I recently attended a lecture by Wise Young, MD, PhD, who is a prolific researcher in the fields of spinal cord injury and stem cells. The lecture was fascinating, and part of the discussion was the current model for stem cell research. Currently we have two types of stem cells which are available for study: embryonic stem cells and induced pluripotent stem cells (iPSCs). As is well known, embryonic stem cells are derived from fertilized embryos that are allowed to multiply briefly before the cells are harvested. iPSCs are precursor cells found in adults, which are then chemically treated to revert them back to a stem cell.

To better understand this topic, one needs a little background in embryology. Once an embryo is created, the cells begin to multiply and differentiate into all the other types of cells that we have in our bodies. At the very early stages, the cells are lumped into 3 layers, called the ectoderm, mesoderm, and endoderm. Cells in each of these layers then move on to further differentiate into precursor cells, which then differentiate further into our final cell types. The ectoderm is what eventually differentiates into our skin, as well as our brain and spinal cord. The mesoderm differentiates into bone, muscle, and cartilage, as well as our heart, blood, blood vessels, and reproductive organs. The endoderm is responsible for forming our internal organs. Generally speaking, once a cell is designated into one of these 3 layers, it is committed to becoming a cell within those parameters. A mesodermal cell could not become a hair follicle, and an ectodermal cell could not become part of the liver.

Once we have been fully differentiated and are functional human beings, the stem cells do not disappear. They stay in small quantities around the structures they formed. Ectodermal stem cells are still present in the skin and brain. Mesodermal stem cells are still present circulating in the blood and bone marrow. Endodermal stem cells reside in the internal organs. They continue to produce precursor cells, which are then useful in tissue repair. As an example, the mesodermal stem cell can produce fibroblasts, which are precursor cells that lay down collagen for use in bones and connective tissue.

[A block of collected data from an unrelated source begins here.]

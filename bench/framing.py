"""Lines and IEEE 488.2 blocks on top of any byte wire: what drivers talk through.

:class:`MessageTransport` turns a :class:`~bench.wire.ByteTransport` into the text-level
interface the drivers use: ``write(text)``, ``read_line``, ``query``, ``query_block``,
``clear``, ``close`` (and ``query_response`` for a reply that may be either). It is the same
code whatever the wire, so an analyzer at ``socket://127.0.0.1:5025`` behaves exactly like one
at ``TCPIP::127.0.0.1::5025::SOCKET``.

Framing rules
    * A message written is the text plus the write terminator, ASCII.
    * A text reply ends at the read terminator; a trailing ``\\r`` is dropped, and bytes that are
      not ASCII are refused (:class:`~bench.errors.ReplyFormatError`).
    * A reply starting with ``#`` is an arbitrary block. Definite form (IEEE 488.2 §8.7.9):
      ``#``, one digit n (1-9), n digits giving the byte count L, L data bytes, then the read
      terminator, checked. The data may hold terminator bytes: the block is read by its header.
      Indefinite form ``#0`` (§8.7.10) runs to the terminator; only safe on wires with END.
    * A block cut short (fewer bytes than its header announces before the deadline), a header
      that is not digits, or anything but the terminator after the data is a
      :class:`~bench.errors.BlockFormatError`; the wire is then cleared, since the next reply
      would start in the middle of this one.
    * One deadline (seconds) bounds a whole reply, however many wire reads it takes.
"""

from __future__ import annotations

import threading
import time
from collections.abc import Iterator
from contextlib import contextmanager
from typing import NamedTuple

from bench.errors import BlockFormatError, ReplyFormatError, ReplyTimeoutError, TransportError
from bench.wire import ByteTransport, TransportSettings, reply_timeout

__all__ = ["MessageTransport", "Response"]


class Response(NamedTuple):
    """One response message.

    Attributes
    ----------
    is_block : bool
        True for an IEEE 488.2 arbitrary block, False for a text line.
    data : bytes
        The block's data bytes, or the line's bytes without its terminator.
    """

    is_block: bool
    data: bytes


class MessageTransport:
    """Text lines and IEEE 488.2 blocks over a byte wire (see the module docstring).

    Parameters
    ----------
    wire : ByteTransport
        An open byte wire. The constructor does no I/O.
    settings : TransportSettings
        Terminators and the default reply deadline, seconds.
    """

    def __init__(self, wire: ByteTransport, settings: TransportSettings) -> None:
        self.wire = wire
        self.settings = settings
        self._term = settings.read_termination.encode("ascii")
        self._last = "read"
        self._lock = threading.RLock()  # one conversation at a time

    @property
    def address(self) -> str:
        """The instrument's address (VISA resource, URL or device path)."""
        return self.wire.address

    # ------------------------------------------------------------------ text
    def write(self, text: str) -> None:
        """Send one message: ``text`` and the write terminator."""
        try:
            data = (text + self.settings.write_termination).encode("ascii")
        except UnicodeEncodeError as exc:
            raise TransportError(f"{self.address}: cannot send {text!r}: not ASCII") from exc
        with self._lock, self._about(text, self.settings.timeout_s, reading=False):
            self.wire.write(data, self.settings.timeout_s)
            self._last = text

    def read_line(self, timeout_s: float | None = None) -> str:
        """One text reply, without its terminator (and without a trailing ``\\r``)."""
        budget_s = self._budget(timeout_s)
        with self._lock, self._about(self._last, budget_s):
            data = self.wire.read_until(self._term, budget_s)
        return self._text(self._strip(data))

    def query(self, text: str, timeout_s: float | None = None) -> str:
        """Send ``text`` and return the reply line, stripped of blanks."""
        with self._lock:
            self.write(text)
            return self.read_line(timeout_s).strip()

    # ------------------------------------------------------------------ blocks
    def query_block(self, text: str, timeout_s: float | None = None) -> bytes:
        """Send ``text`` and return the data of the IEEE 488.2 block that answers it."""
        reply = self.query_response(text, timeout_s)
        if not reply.is_block:
            raise BlockFormatError(f"{self.address}: reply to {text!r}: expected an IEEE 488.2 block "
                                   f"('#' and a length), found {reply.data[:40]!r}")
        return reply.data

    def query_response(self, text: str, timeout_s: float | None = None) -> Response:
        """Send ``text`` and read one reply, a block or a text line, whichever arrives."""
        with self._lock:
            self.write(text)
            return self.read_response(timeout_s)

    def read_response(self, timeout_s: float | None = None) -> Response:
        """Read one reply: an IEEE 488.2 block (by its header) or a text line."""
        budget_s = self._budget(timeout_s)
        deadline = time.monotonic() + budget_s
        with self._lock, self._about(self._last, budget_s):
            first = self.wire.read_until(self._term, budget_s)
            if first[:1] != b"#":
                return Response(False, self._strip(first))
            try:
                return Response(True, self._finish_block(bytearray(first), deadline, budget_s))
            except BlockFormatError:
                self.wire.clear()  # the rest of this reply would poison the next one
                raise

    def _finish_block(self, buf: bytearray, deadline: float, budget_s: float) -> bytes:
        """Complete a block whose first bytes (up to a terminator byte) are in ``buf``."""
        self._need(buf, 2, deadline, budget_s, "the block header")
        if not buf[1:2].isdigit():
            raise self._block_error(f"expected a digit after '#', found {bytes(buf[:8])!r}")
        n_digits = int(buf[1:2])
        if n_digits == 0:  # indefinite block: everything up to the terminator (IEEE 488.2 §8.7.10)
            return self._strip(bytes(buf[2:]))
        self._need(buf, 2 + n_digits, deadline, budget_s, "the block header")
        digits = bytes(buf[2:2 + n_digits])
        if not digits.isdigit():
            raise self._block_error(f"expected {n_digits} length digits after '#{n_digits}', found {digits!r}")
        end = 2 + n_digits + int(digits)
        self._need(buf, end + len(self._term), deadline, budget_s, f"{int(digits)} data bytes")
        tail = bytes(buf[end:])
        if tail != self._term:
            raise self._block_error(f"expected {self._term!r} after the {int(digits)}-byte block, "
                                    f"found {tail[:20]!r}" + (" and more" if len(tail) > 20 else ""))
        return bytes(buf[2 + n_digits:end])

    def _need(self, buf: bytearray, size: int, deadline: float, budget_s: float, what: str) -> None:
        """Read until ``buf`` holds ``size`` bytes; a timeout here means a truncated block."""
        missing = size - len(buf)
        if missing <= 0:
            return
        try:
            buf.extend(self.wire.read_exact(missing, max(deadline - time.monotonic(), 0.0)))
        except ReplyTimeoutError as exc:
            got = len(buf) + len(getattr(exc, "partial", b""))
            raise self._block_error(f"block truncated: waiting for {what}, {size - got} of {size} bytes "
                                    f"still missing after {budget_s:g} s") from exc

    def _block_error(self, message: str) -> BlockFormatError:
        return BlockFormatError(f"{self.address}: reply to {self._last!r}: {message}")

    # ------------------------------------------------------------------ housekeeping
    def clear(self) -> None:
        """Discard whatever is in flight from the instrument (after a timeout, say)."""
        with self._lock:
            self.wire.clear()

    def close(self) -> None:
        """Close the connection."""
        with self._lock:
            self.wire.close()

    def _budget(self, timeout_s: float | None) -> float:
        return self.settings.timeout_s if timeout_s is None else timeout_s

    def _strip(self, data: bytes) -> bytes:
        if self._term and data.endswith(self._term):
            data = data[:-len(self._term)]
        return data[:-1] if data.endswith(b"\r") else data

    def _text(self, data: bytes) -> str:
        try:
            return data.decode("ascii")
        except UnicodeDecodeError as exc:
            raise ReplyFormatError(f"{self.address}: reply to {self._last!r} is not ASCII text: "
                                   f"{data[:40]!r}") from exc

    @contextmanager
    def _about(self, command: str, budget_s: float, reading: bool = True) -> Iterator[None]:
        """Name the command in errors that come up from the wire."""
        try:
            yield
        except ReplyTimeoutError as exc:
            what = f"no complete reply to {command!r}" if reading else f"{command!r} not sent"
            raise reply_timeout(self.address, what, budget_s, getattr(exc, "partial", b"")) from exc
        except TransportError as exc:
            if type(exc) is not TransportError:
                raise  # framing's own, already worded
            doing = f"reading the reply to {command!r}" if reading else f"sending {command!r}"
            raise TransportError(f"{exc} ({doing})") from exc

Currently, stem cell researchers are only able to control ectodermal and mesodermal cells. Science has not yet devised a way to control the differentiation of endodermal cells. This fact means that organ diseases such as diabetes or hepatitis are not being studied for stem cell cures. However, through chemical treatment, researchers have found a way to convert a mesodermal stem cell into an ectodermic stem cell and vice versa. They have also found a way to take precursor cells and revert them back to stem cells. In a practical example, this is significant because now scientists could take a skin cell, chemically revert it back into an ectodermal stem cell, convert it into a mesodermal stem cell, then redifferentiate it into a blood precursor to treat blood diseases. This process is what is meant by iPSCs.

Embryonic stem cells are a difficult thing to maintain. They are built to differentiate, not to remain as stem cells. The process to take an embryonic stem cell and ensure that it remains the same is tedious and laborious, requiring both manpower and money. If the process is not carried out perfectly, then all the stem cells will convert and the researcher is left with nothing. By contrast, iPSCs are produced on demand. If some mesodermal stem cells are required, they can be harvested out of the blood or bone marrow, or chemically produced from skin cells as outlined above. The downside is that the technology is fairly new and not able to be done except in a few highly specialized labs. That means that for now, most research is being carried out on embryonic stem cells until the iPSCs are easier to produce.

In terms of availability, the majority of current embryonic stem cells are being harvested in blood banks and umbilical cord blood banks. The problem is that the vast majority of umbilical cord blood banks are private, meaning the blood is frozen and maintained separately, not available to researchers. Of all the blood that resides in private cord blood banks, less than 1% is ever used. Cord blood samples are so rarely used or tested, in fact, that it is unclear how long cord blood can be maintained in a frozen state, or if it will be viable when the thawing process is complete. Private blood samples are also not indexed or released to the national stem cell databanks, meaning that a potential stem cell recipient would never know that they had a perfect match sitting in a private bank.

In the near future, Dr. Young predicted that the way we process, access, and research stem cells will radically change. Once a commercially viable process to produce iPSCs is perfected, the need for embryonic stem cells will disappear. People could submit a swab from the inside of their cheek, and a week or two later receive a plastic bag filled with ectodermal or mesodermal stem cells for use in transplantation or research. Cracking the code of endodermal stem cells will also dramatically increase the range of diseases that stem cells have the ability to treat. Until that time, we have no choice but to look to the future with optimism and wait patiently.